If you think its racist you're going to have to claim that all those uses of "delve" in academic papers is also due to Nigerians academics massively increasing their research output just as frequently. Or, it's more likely that its AI generated content. It's a non sequitur. "Oh my god, scammers always send me emails claiming to be Nigerian princes--that's how you know it's bullshit." "Ah, but what if they're actually a Nigerian prince? Didn't consider that, I guess you must be racist then lmao." Ratio war ensues. Thank god we're not on twitter where calling people out for "racism" doesn't get you any points, where you can't get any clout for going on a moral crusade.
Italians would say enormous since it's directly coming from latin.
In general all the people whose main language is a latin language are very likely to use those "difficult" words, because to them they are "completely normal" words.
The bulk in terms of the number of tokens may well be synthetic data, but I personally know of at least 3 companies, 2 of whom I've done work for, that have people doing substantial amounts of bespoke writing under rather heavy NDAs. I've personally done a substantial amount of bespoke writing for training data for one provider, at good tech contractor fees (though I know I'm one of the highest-paid people for that company and the span of rates is a factor of multiple times even for a company with no exposure to third world contractors).

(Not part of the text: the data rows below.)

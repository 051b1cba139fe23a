import { describe, expect, it } from 'vitest'
import { parseTokens, TokenFileError } from '../../src/api/tokens.js'

describe('tokens file', () => {
  it('maps tokens to owners and roles, skipping comments and blank lines', () => {
    const table = parseTokens('# lab tokens\n\nalice:alice-laptop-7f3a9c2e1b\r\nbob:bob-token-0000000000:read\nlab:lab-admin-2e6f0a9d5c44:admin\nalice:alice-desktop-99a8b7c6d5\n')
    expect(table.size).toBe(4)
    expect(table.lookup('alice-laptop-7f3a9c2e1b')).toEqual({ owner: 'alice', role: 'submit' })
    expect(table.lookup('alice-desktop-99a8b7c6d5')).toEqual({ owner: 'alice', role: 'submit' })
    expect(table.lookup('bob-token-0000000000')).toEqual({ owner: 'bob', role: 'read' })
    expect(table.lookup('lab-admin-2e6f0a9d5c44')).toEqual({ owner: 'lab', role: 'admin' })
    expect(table.lookup('alice-laptop-7f3a9c2e1')).toBeNull()
    expect(table.lookup('')).toBeNull()
  })

  it.each([
    ['alice', 'expected owner:token'],
    ['al ice:abcdefghijklmnop', 'owner'],
    ['alice:short', 'token must be'],
    ['alice:abcdefghijklmnop:root', "role 'root'"],
    ['a:abcdefghijklmnop\nb:abcdefghijklmnop', 'twice']
  ])('rejects %j naming the line', (text, message) => {
    expect(() => parseTokens(text, 'tokens.txt')).toThrow(TokenFileError)
    expect(() => parseTokens(text, 'tokens.txt')).toThrow(message)
    expect(() => parseTokens(text, 'tokens.txt')).toThrow(/^tokens\.txt:\d+:/)
  })
})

That said, the speculation you just "get various combinations" of those contributions is nonsense, and it's also by no means only STEM data.
It doesn't matter if it's AI-generated per se, so it's no crisis if some make it true. It matters if it is good. So multiple rounds of reviews to judge the output and pick up reviewers that keep producing poor results.

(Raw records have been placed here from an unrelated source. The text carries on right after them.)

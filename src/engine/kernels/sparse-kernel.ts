import { EMPTY, unlessMemoryRefused, Workspaces, type Workspace } from './wasm.js'
import type { KernelsUsing } from './signatures.js'
import { GlauberTable } from './glauber-table.js'
import { stateFromKernel, stateToKernel, xoshiroState } from './native-random.js'
import type { RandomSource } from '../random/source.js'

/**
 * WebAssembly fast path of the fixed in-degree network (network/sparse-in-degree.ts; kernel
 * text: "sparse" in scripts/gen-kernels.ts).
 *
 * ## Why this shape
 * A visit reads one field and a change adds Δ·T_ij along an out-list, so the plain path spends
 * most of its time in per-visit JavaScript overhead and in the O(N·K) field build of every
 * trial. Here whole sweeps, steps and zero-temperature trials (shuffles included) run in one
 * call on exact int32 fields, and the field build runs along the out-lists, so the kernel keeps
 * only those (targets and weights, 8·N·K bytes): the network then drops its rows. Integer sums
 * are exact in any order, so every field and every decision is the plain one.
 *
 * Memory as in the other kernels: out-lists under 8 MiB share an instance (copied in when
 * another network used it last); larger ones live in a private instance, as the only copy.
 */
type SparseExports = KernelsUsing<'sparseLoad' | 'sparseSweep' | 'sparseRunAsync' | 'sparseSync' | 'sparseGlauber' | 'sparseGlauberSync'>

const workspaces = new Workspaces<SparseExports>(8 * 1024 * 1024)

/** Moves the shared/private boundary (tests use it to exercise private instances on small networks). */
export function setSparsePrivateBytes (bytes: number): void {
  workspaces.privateBytes = bytes
}

let nextId = 1
const align16 = (x: number): number => (x + 15) & ~15

/** Bytes of the kernel's memory besides the out-lists (memory estimates). */
export function sparseKernelExtraBytes (neurons: number): number {
  return 4 * (neurons + 1) + 4 * neurons + 3 * neurons + 4 * neurons + 8 * neurons + 256
}

export class SparseKernel {
  readonly name = 'wasm-simd128-sparse-in-degree'
  /** Out-list targets and weights (N·K each), filled by the caller: arrays of the network's own, or views into a private memory. */
  readonly targets: Int32Array
  readonly weights: Int32Array
  private readonly ws: Workspace<SparseExports>
  private readonly k: SparseExports
  private readonly isPrivate: boolean
  private readonly id = nextId++
  private readonly n: number
  private readonly edges: number
  private readonly outStart: Int32Array
  private readonly outStartAt: number
  private readonly targetsAt = 0
  private readonly weightsAt: number
  private readonly hAt: number
  private readonly sAt: number
  private readonly nextAt: number
  private readonly prevAt: number
  private readonly orderAt: number
  private readonly noiseAt: number
  private readonly rngAt: number
  private readonly end: number
  private readonly table: GlauberTable
  private buffer: ArrayBuffer | null = null
  private h32: Int32Array = EMPTY.i32
  private s8: Int8Array = EMPTY.i8
  private prev8: Int8Array = EMPTY.i8
  private order32: Int32Array = EMPTY.i32
  private noise64: Float64Array = EMPTY.f64
  private rng32: Int32Array = EMPTY.i32

  /**
   * `outStart` (N + 1 offsets into the out-lists) as the network built it; `fieldBound` bounds
   * every |h_i| (K·max|T|), which must stay below 2³¹. Null without WebAssembly, or when the
   * fields could overflow int32 or the layout does not fit a 32-bit memory.
   */
  static create (outStart: Int32Array, neurons: number, edges: number, fieldBound: number): SparseKernel | null {
    if (fieldBound >= 2 ** 31) return null
    if (8 * edges + sparseKernelExtraBytes(neurons) > 3.5 * 2 ** 30) return null
    const ws = workspaces.for(8 * edges)
    return ws === null ? null : unlessMemoryRefused(() => new SparseKernel(ws, outStart, neurons, edges, fieldBound))
  }

  private constructor (ws: Workspace<SparseExports>, outStart: Int32Array, n: number, edges: number, fieldBound: number) {
    this.ws = ws
    this.k = ws.k
    this.n = n
    this.edges = edges
    this.outStart = outStart
    this.weightsAt = align16(4 * edges)
    this.outStartAt = align16(this.weightsAt + 4 * edges)
    this.hAt = align16(this.outStartAt + 4 * (n + 1))
    this.sAt = align16(this.hAt + 4 * n)
    this.nextAt = align16(this.sAt + n)
    this.prevAt = align16(this.nextAt + n)
    this.orderAt = align16(this.prevAt + n)
    this.noiseAt = align16(this.orderAt + 4 * n)
    this.rngAt = align16(this.noiseAt + 8 * n)
    this.end = this.rngAt + 48
    this.table = new GlauberTable(align16(this.end), fieldBound)
    this.isPrivate = ws.isPrivate
    // A private memory never grows after this (views into it would be detached): the Glauber
    // table's room is reserved now.
    ws.reserve(this.isPrivate ? this.table.at + this.table.bytes : this.end)
    const buffer = ws.k.memory.buffer
    this.targets = this.isPrivate ? new Int32Array(buffer, this.targetsAt, edges) : new Int32Array(edges)
    this.weights = this.isPrivate ? new Int32Array(buffer, this.weightsAt, edges) : new Int32Array(edges)
  }

  /** h = T s. */
  load (state: Int8Array, h: Float64Array): void {
    this.enter()
    this.s8.set(state)
    this.k.sparseLoad(this.outStartAt, this.targetsAt, this.weightsAt, this.sAt, this.hAt, this.n)
    h.set(this.h32)
  }

  sweep (state: Int8Array, h: Float64Array, order: Int32Array): boolean {
    this.enter()
    this.pass(state, h)
    this.order32.set(order)
    const changed = this.k.sparseSweep(this.outStartAt, this.targetsAt, this.weightsAt, this.sAt, this.hAt, this.orderAt, this.n)
    this.leave(state, h)
    return changed !== 0
  }

  /**
   * A whole zero-temperature asynchronous trial (reshuffles drawn natively from the engine's
   * xoshiro256** stream): the sweeps and whether the last changed a neuron; null, with nothing
   * drawn or changed, for another random source.
   */
  runAsync (state: Int8Array, h: Float64Array, order: Int32Array, maxSweeps: number, shuffle: boolean, rng: RandomSource): { sweeps: number, changedLast: boolean } | null {
    const words = shuffle ? xoshiroState(rng) : null
    if (shuffle && words === null) return null
    this.enter()
    this.pass(state, h)
    this.order32.set(order)
    if (words !== null) stateToKernel(words, rng, this.rng32)
    const r = this.k.sparseRunAsync(this.outStartAt, this.targetsAt, this.weightsAt, this.sAt, this.hAt, this.orderAt, this.n, this.rngAt, maxSweeps, shuffle ? 1 : 0)
    this.leave(state, h)
    order.set(this.order32)
    if (words !== null) stateFromKernel(this.rng32, words, rng)
    return { sweeps: r >>> 1, changedLast: (r & 1) === 1 }
  }

  /** 0 changed, 1 fixed point (nothing written back), 2 two-cycle. */
  sync (state: Int8Array, h: Float64Array, previous: Int8Array, check: boolean): number {
    this.enter()
    this.pass(state, h)
    this.prev8.set(previous)
    const outcome = this.k.sparseSync(this.outStartAt, this.targetsAt, this.weightsAt, this.sAt, this.hAt, this.nextAt, this.prevAt, this.n, check ? 1 : 0)
    if (outcome !== 1) {
      previous.set(this.prev8)
      this.leave(state, h)
    }
    return outcome
  }

  glauber (state: Int8Array, h: Float64Array, order: Int32Array, noise: Float64Array, factor: number): void {
    const half = this.enterThermal(factor)
    this.pass(state, h)
    this.order32.set(order)
    this.noise64.set(noise.subarray(0, this.n))
    this.k.sparseGlauber(this.outStartAt, this.targetsAt, this.weightsAt, this.sAt, this.hAt, this.orderAt, this.noiseAt, this.n, factor, this.table.at, half)
    this.leave(state, h)
  }

  glauberSync (state: Int8Array, h: Float64Array, noise: Float64Array, factor: number): void {
    const half = this.enterThermal(factor)
    this.pass(state, h)
    this.noise64.set(noise.subarray(0, this.n))
    this.k.sparseGlauberSync(this.outStartAt, this.targetsAt, this.weightsAt, this.sAt, this.hAt, this.nextAt, this.noiseAt, this.n, factor, this.table.at, half)
    this.leave(state, h)
  }

  private enterThermal (factor: number): number {
    this.ws.reserve(this.table.at + this.table.bytes)
    this.enter()
    return this.table.prepare(this.ws.k.memory.buffer, factor)
  }

  private enter (): void {
    const ws = this.ws
    if (!this.isPrivate) ws.reserve(this.end)
    const buffer = ws.k.memory.buffer
    if (buffer !== this.buffer) {
      this.buffer = buffer
      this.h32 = new Int32Array(buffer, this.hAt, this.n)
      this.s8 = new Int8Array(buffer, this.sAt, this.n)
      this.prev8 = new Int8Array(buffer, this.prevAt, this.n)
      this.order32 = new Int32Array(buffer, this.orderAt, this.n)
      this.noise64 = new Float64Array(buffer, this.noiseAt, this.n)
      this.rng32 = new Int32Array(buffer, this.rngAt, 10)
    }
    if (ws.residentId !== this.id) {
      this.table.invalidate()
      new Int32Array(buffer, this.outStartAt, this.n + 1).set(this.outStart)
      if (!this.isPrivate) {
        new Int32Array(buffer, this.targetsAt, this.edges).set(this.targets)
        new Int32Array(buffer, this.weightsAt, this.edges).set(this.weights)
      }
      ws.residentId = this.id
    }
  }

  private pass (state: Int8Array, h: Float64Array): void {
    this.s8.set(state)
    this.h32.set(h)
  }

  private leave (state: Int8Array, h: Float64Array): void {
    state.set(this.s8)
    h.set(this.h32)
  }
}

But I also know they've fired people who were dumb enough to cut and paste a response that included UI elements from a given AI website...

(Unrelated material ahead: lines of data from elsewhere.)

/**
 * Tables as a researcher reads them, through the API (embedded backend): the Arrow file by
 * format=arrow and by Accept, per point and per trial, equal to the JSON; and two CSVs of
 * sweeps that differ only in cue noise, stacked with pandas, keep their rows apart with no
 * extra work (the sweepId, specHash and cue.fraction columns tell them apart). Scenario:
 * place-cell rooms.
 */
import { mkdtemp, rm, writeFile } from 'node:fs/promises'
import { tmpdir } from 'node:os'
import { join } from 'node:path'
import { tableFromIPC } from '@uwdata/flechette'
import { afterAll, beforeAll, describe, expect, it } from 'vitest'
import { createEmbeddedQueue } from '../../src/backends/embedded/index.js'
import { createHarness, isTerminal, type Harness } from './helpers/harness.js'
import { runPython, testPython } from '../helpers/python.js'

const ARROW = 'application/vnd.apache.arrow.file'
const spec = (fraction: number): Record<string, unknown> => ({ label: `gallery, cue noise ${fraction}`, neurons: 60, load: { values: [0.05, 0.1] }, cue: { kind: 'flip', fraction }, trials: 6, seed: 21 })

describe('tables through the API', () => {
  let h: Harness
  let dir = ''
  const ids: string[] = []
  beforeAll(async () => {
    h = await createHarness(async ({ dataDir }) => await createEmbeddedQueue({ dataDir, threads: 1 }))
    dir = await mkdtemp(join(tmpdir(), 'memsweep-tables-'))
    for (const fraction of [0.1, 0.2]) {
      const id = (await h.request({ method: 'POST', url: '/v1/sweeps', payload: spec(fraction) })).json().id as string
      expect((await h.waitFor(id, isTerminal)).status).toBe('succeeded')
      ids.push(id)
    }
  })
  afterAll(async () => {
    await h?.close()
    if (dir !== '') await rm(dir, { recursive: true, force: true })
  })

  it('serves Arrow for ?format=arrow and for Accept, per point and per trial, equal to the JSON', async () => {
    const id = ids[0]!
    const byQuery = await h.request({ method: 'GET', url: `/v1/sweeps/${id}/results?format=arrow` })
    const byAccept = await h.request({ method: 'GET', url: `/v1/sweeps/${id}/results`, headers: { accept: ARROW } })
    expect(byQuery.statusCode).toBe(200)
    expect(byQuery.headers['content-type']).toBe(ARROW)
    expect(byQuery.headers['content-disposition']).toContain(`memsweep-${id}.arrow`)
    expect(byAccept.rawPayload.equals(byQuery.rawPayload)).toBe(true)
    const json = (await h.request({ method: 'GET', url: `/v1/sweeps/${id}/results?trials=true` })).json()
    const points = tableFromIPC(byQuery.rawPayload).toArray() as Array<Record<string, unknown>>
    expect(points.map((row) => [row.sweepId, row.point, row.load, row.patterns, row['overlap.mean'], row['success.rate'], row['success.high']]))
      .toEqual(json.rows.map((row: any) => [id, row.point, row.values.load, row.params.patterns, row.summary.overlap.mean, row.summary.success.rate, row.summary.success.high]))
    const trials = await h.request({ method: 'GET', url: `/v1/sweeps/${id}/results?format=arrow&trials=true` })
    expect(trials.headers['content-disposition']).toContain(`memsweep-${id}-trials.arrow`)
    const rows = tableFromIPC(trials.rawPayload).toArray() as Array<Record<string, unknown>>
    expect(rows.map((row) => [row.point, row.trial, row.overlap, row.maxOtherOverlap, row.energy, row.ending, row.endState]))
      .toEqual(json.trials.flatMap((list: any[], point: number) => list.map((t) => [point, t.trial, t.overlap, t.maxOtherOverlap, t.energy, t.ending, t.endState])))
  })

  it('keeps two stacked CSVs of sweeps differing only in cue noise apart in pandas', async (context) => {
    const python = testPython()
    if (python === null) { context.skip(); return }
    const files: string[] = []
    for (const id of ids) {
      const file = join(dir, `${id}.csv`)
      await writeFile(file, (await h.request({ method: 'GET', url: `/v1/sweeps/${id}/results?format=csv` })).body)
      files.push(file)
    }
    const code = [
      'import json, sys',
      'import pandas as pd',
      'both = pd.concat([pd.read_csv(f) for f in sys.argv[1:]], ignore_index=True)',
      'print(json.dumps({',
      '  "rows": len(both),',
      '  "sweeps": int(both["sweepId"].nunique()),',
      '  "hashes": int(both["specHash"].nunique()),',
      '  "perSweep": {k: sorted(g["cue.fraction"].unique().tolist()) for k, g in both.groupby("sweepId")},',
      '  "distinctRows": int(len(both.drop_duplicates(subset=["cue.fraction", "load"]))),',
      '  "columns": list(both.columns) == list(pd.read_csv(sys.argv[1]).columns),',
      '}))'
    ].join('\n')
    const run = await runPython(python, code, files)
    expect(run.status, run.stderr).toBe(0)
    const out = JSON.parse(run.stdout) as { rows: number, sweeps: number, hashes: number, perSweep: Record<string, number[]>, distinctRows: number, columns: boolean }
    expect(out).toEqual({ rows: 4, sweeps: 2, hashes: 2, perSweep: { [ids[0]!]: [0.1], [ids[1]!]: [0.2] }, distinctRows: 4, columns: true })
  })
})
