/** Makes the vector and its sums current for m, and loads the sums into $k0, $k1. */
function memRefresh (kind: MemoryKind): string {
  const args = kind === 'Poly' ? '(local.get $m) (local.get $vec) (local.get $table) (local.get $p) (local.get $off) (local.get $sums)' : '(local.get $m) (local.get $vec) (local.get $table) (local.get $p) (local.get $sums)'
  return `(call $memVector${kind} ${args})
      (local.set $k0 (f64.load (local.get $sums)))
      (local.set $k1 (f64.load offset=8 (local.get $sums)))`
}

/** s_i ← $v, m += (v − s_i)·ξ_i, vector rebuilt. */
function memChange (kind: MemoryKind): string {
  return `(i32.store8 (i32.add (local.get $s) (local.get $i)) (local.get $v))
          (local.set $delta (i32.sub (local.get $v) (local.get $si)))
          ${flip(32)}
          ${memRefresh(kind)}`
}

function denseMemory (kind: MemoryKind): string {
  const vector = kind === 'Poly'
    ? `
  ;; C_μ = D(m_μ − 1) + D(m_μ + 1), and Σ(A − B), ΣC into sums (exact integers: see the eligibility).
  ${header('memVectorPoly', '$memVectorPoly')}
    (local $mu i32) (local $ix i32) (local $a f64) (local $b f64) (local $sab f64) (local $sc f64)
    (block $done
      (loop $each
        (br_if $done (i32.ge_u (local.get $mu) (local.get $p)))
        (local.set $ix (i32.add (local.get $table) (i32.shl (i32.add ${M_AT('(local.get $mu)')} (local.get $off)) (i32.const 3))))
        (local.set $a (f64.load (i32.sub (local.get $ix) (i32.const 8))))
        (local.set $b (f64.load offset=8 (local.get $ix)))
        (f64.store (i32.add (local.get $vec) (i32.shl (local.get $mu) (i32.const 3))) (f64.add (local.get $a) (local.get $b)))
        (local.set $sab (f64.add (local.get $sab) (f64.sub (local.get $a) (local.get $b))))
        (local.set $sc (f64.add (local.get $sc) (f64.add (local.get $a) (local.get $b))))
        (local.set $mu (i32.add (local.get $mu) (i32.const 1)))
        (br $each)))
    (f64.store (local.get $sums) (local.get $sab))
    (f64.store offset=8 (local.get $sums) (local.get $sc)))`
    : `
  ;; E_μ = e^{−(M' − m_μ)}, M' = max m + 1, then S = ΣE and the certainty margin τ into sums.
  ${header('memVectorExp', '$memVectorExp')}
    (local $mu i32) (local $top i32) (local $mm i32) (local $ev f64) (local $sum f64)
    (local.set $top (i32.const 0x80000000))
    (block $done
      (loop $each
        (br_if $done (i32.ge_u (local.get $mu) (local.get $p)))
        (local.set $mm ${M_AT('(local.get $mu)')})
        (local.set $top (select (local.get $mm) (local.get $top) (i32.gt_s (local.get $mm) (local.get $top))))
        (local.set $mu (i32.add (local.get $mu) (i32.const 1)))
        (br $each)))
    (local.set $top (i32.add (local.get $top) (i32.const 1)))
    (local.set $mu (i32.const 0))
    (block $done2
      (loop $each2
        (br_if $done2 (i32.ge_u (local.get $mu) (local.get $p)))
        (local.set $ev (f64.load (i32.add (local.get $table) (i32.shl (i32.sub (local.get $top) ${M_AT('(local.get $mu)')}) (i32.const 3)))))
        (f64.store (i32.add (local.get $vec) (i32.shl (local.get $mu) (i32.const 3))) (local.get $ev))
        (local.set $sum (f64.add (local.get $sum) (local.get $ev)))
        (local.set $mu (i32.add (local.get $mu) (i32.const 1)))
        (br $each2)))
    (f64.store (local.get $sums) (local.get $sum))
    (f64.store offset=8 (local.get $sums) (f64.add
      (f64.mul (local.get $sum) (f64.mul (f64.convert_i32_u (i32.add (i32.shl (local.get $p) (i32.const 4)) (i32.const 64))) (f64.const 0x1p-53)))
      (f64.mul (f64.convert_i32_u (local.get $p)) (f64.const 0x1p-1060)))))`
  const glauber = kind === 'Exp'
    ? ''
    : `
  ;; Asynchronous Glauber sweep (polynomial): s_i ← +1 iff noise[k]·(1 + exp(factor·h_i)) < 1.
  ${header('memGlauberPoly')}
    ${MEM_LOCALS}
    ${memRefresh(kind)}
    (local.set $k (i32.const 0))
    (loop $visit
      (local.set $i (i32.load (i32.add (local.get $order) (i32.shl (local.get $k) (i32.const 2)))))
      (local.set $row (i32.add (local.get $xi) (i32.mul (local.get $i) (local.get $pp))))
      (local.set $si (i32.load8_s (i32.add (local.get $s) (local.get $i))))
      ${POLY_FIELD}
      (local.set $v (select (i32.const 1) (i32.const -1)
        (f64.lt (f64.mul (f64.load (i32.add (local.get $noise) (i32.shl (local.get $k) (i32.const 3))))
          (f64.add (f64.const 1) (call $exp (f64.mul (local.get $factor) (local.get $f))))) (f64.const 1))))
      (if (i32.ne (local.get $v) (local.get $si)) (then ${memChange(kind)}))
      (br_if $visit (i32.lt_u (local.tee $k (i32.add (local.get $k) (i32.const 1))) (local.get $n)))))

  ;; Synchronous Glauber step (polynomial): next_i from the current state, then s, m ← next.
  ${header('memGlauberSyncPoly')}
    ${MEM_LOCALS}
    ${memRefresh(kind)}
    (local.set $i (i32.const 0))
    (loop $visit
      (local.set $row (i32.add (local.get $xi) (i32.mul (local.get $i) (local.get $pp))))
      (local.set $si (i32.load8_s (i32.add (local.get $s) (local.get $i))))
      ${POLY_FIELD}
      (i32.store8 (i32.add (local.get $next) (local.get $i)) (select (i32.const 1) (i32.const -1)
        (f64.lt (f64.mul (f64.load (i32.add (local.get $noise) (i32.shl (local.get $i) (i32.const 3))))
          (f64.add (f64.const 1) (call $exp (f64.mul (local.get $factor) (local.get $f))))) (f64.const 1))))
      (br_if $visit (i32.lt_u (local.tee $i (i32.add (local.get $i) (i32.const 1))) (local.get $n))))
    ${memApply()})`
  return `${vector}

  ;; Zero-temperature asynchronous sweep in the given order; returns 1 if any neuron changed.
  ${header(`memSweep${kind}`)}
    ${MEM_LOCALS} (local $changed i32)
    ${memRefresh(kind)}
    (local.set $k (i32.const 0))
    (loop $visit
      (local.set $i (i32.load (i32.add (local.get $order) (i32.shl (local.get $k) (i32.const 2)))))
      (local.set $row (i32.add (local.get $xi) (i32.mul (local.get $i) (local.get $pp))))
      (local.set $si (i32.load8_s (i32.add (local.get $s) (local.get $i))))
      ${memDecide(kind)}
      (if (i32.ne (local.get $v) (local.get $si))
        (then
          ${memChange(kind)}
          (local.set $changed (i32.const 1))))
      (br_if $visit (i32.lt_u (local.tee $k (i32.add (local.get $k) (i32.const 1))) (local.get $n))))
    (local.get $changed))

  ;; Zero-temperature synchronous step (the contract of sync16): 1 fixed point (nothing written),
  ;; 2 two-cycle (compared when $check), else 0; unless 1, prev ← s(t−1) and s, m ← s(t).
  ${header(`memSync${kind}`)}
    ${MEM_LOCALS} (local $same i32)
    ${memRefresh(kind)}
    (local.set $same (i32.const 1))
    (local.set $i (i32.const 0))
    (loop $visit
      (local.set $row (i32.add (local.get $xi) (i32.mul (local.get $i) (local.get $pp))))
      (local.set $si (i32.load8_s (i32.add (local.get $s) (local.get $i))))
      ${memDecide(kind)}
      (i32.store8 (i32.add (local.get $next) (local.get $i)) (local.get $v))
      (if (i32.ne (local.get $v) (local.get $si)) (then (local.set $same (i32.const 0))))
      (br_if $visit (i32.lt_u (local.tee $i (i32.add (local.get $i) (i32.const 1))) (local.get $n))))
    (if (local.get $same) (then (return (i32.const 1))))
    ${TWO_CYCLE_CHECK}
    ${memApply(true)}
    (local.get $same))
${glauber}`
}

/** s, m ← next, m updated from the changed neurons only; with `keepPrevious`, prev ← s first. */
function memApply (keepPrevious = false): string {
  return `(local.set $i (i32.const 0))
    (loop $apply
      (local.set $si (i32.load8_s (i32.add (local.get $s) (local.get $i))))
      (local.set $v (i32.load8_s (i32.add (local.get $next) (local.get $i))))
      ${keepPrevious ? '(i32.store8 (i32.add (local.get $prev) (local.get $i)) (local.get $si))' : ''}
      (if (i32.ne (local.get $v) (local.get $si))
        (then
          (i32.store8 (i32.add (local.get $s) (local.get $i)) (local.get $v))
          (local.set $delta (i32.sub (local.get $v) (local.get $si)))
          (local.set $row (i32.add (local.get $xi) (i32.mul (local.get $i) (local.get $pp))))
          ${flip(32)}))
      (br_if $apply (i32.lt_u (local.tee $i (i32.add (local.get $i) (i32.const 1))) (local.get $n))))`
}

I’m not sure I see the value in conflating input, tokens, and output.
Tokens. Hamilton certainly read and experienced more tokens than he wrote on a pieces of paper.
O1 is supposed to be a reasoning model, so I don't think judging it by its English composition abilities is quite fair.
When they release a true next-gen successor to GPT-4 (Orion, or whatever), we may see improvements. Everyone complains about the "ChatGPTese" writing style, and surely they'll fix that eventually.
>Like they hired a few hundred professors, journalists and writers to work with the model and create material for it, so you just get various combinations of their contributions.
I'm doubtful. The most prolific (human) author is probably Charles Hamilton, who wrote 100 million words in his life. Put through the GPT tokenizer, that's 133m tokens. Compared to the text training data for a frontier LLM (trillions or tens of trillions of tokens), it's unrealistic that human experts are doing any substantial amount of bespoke writing. They're probably mainly relying on synthetic data at this point.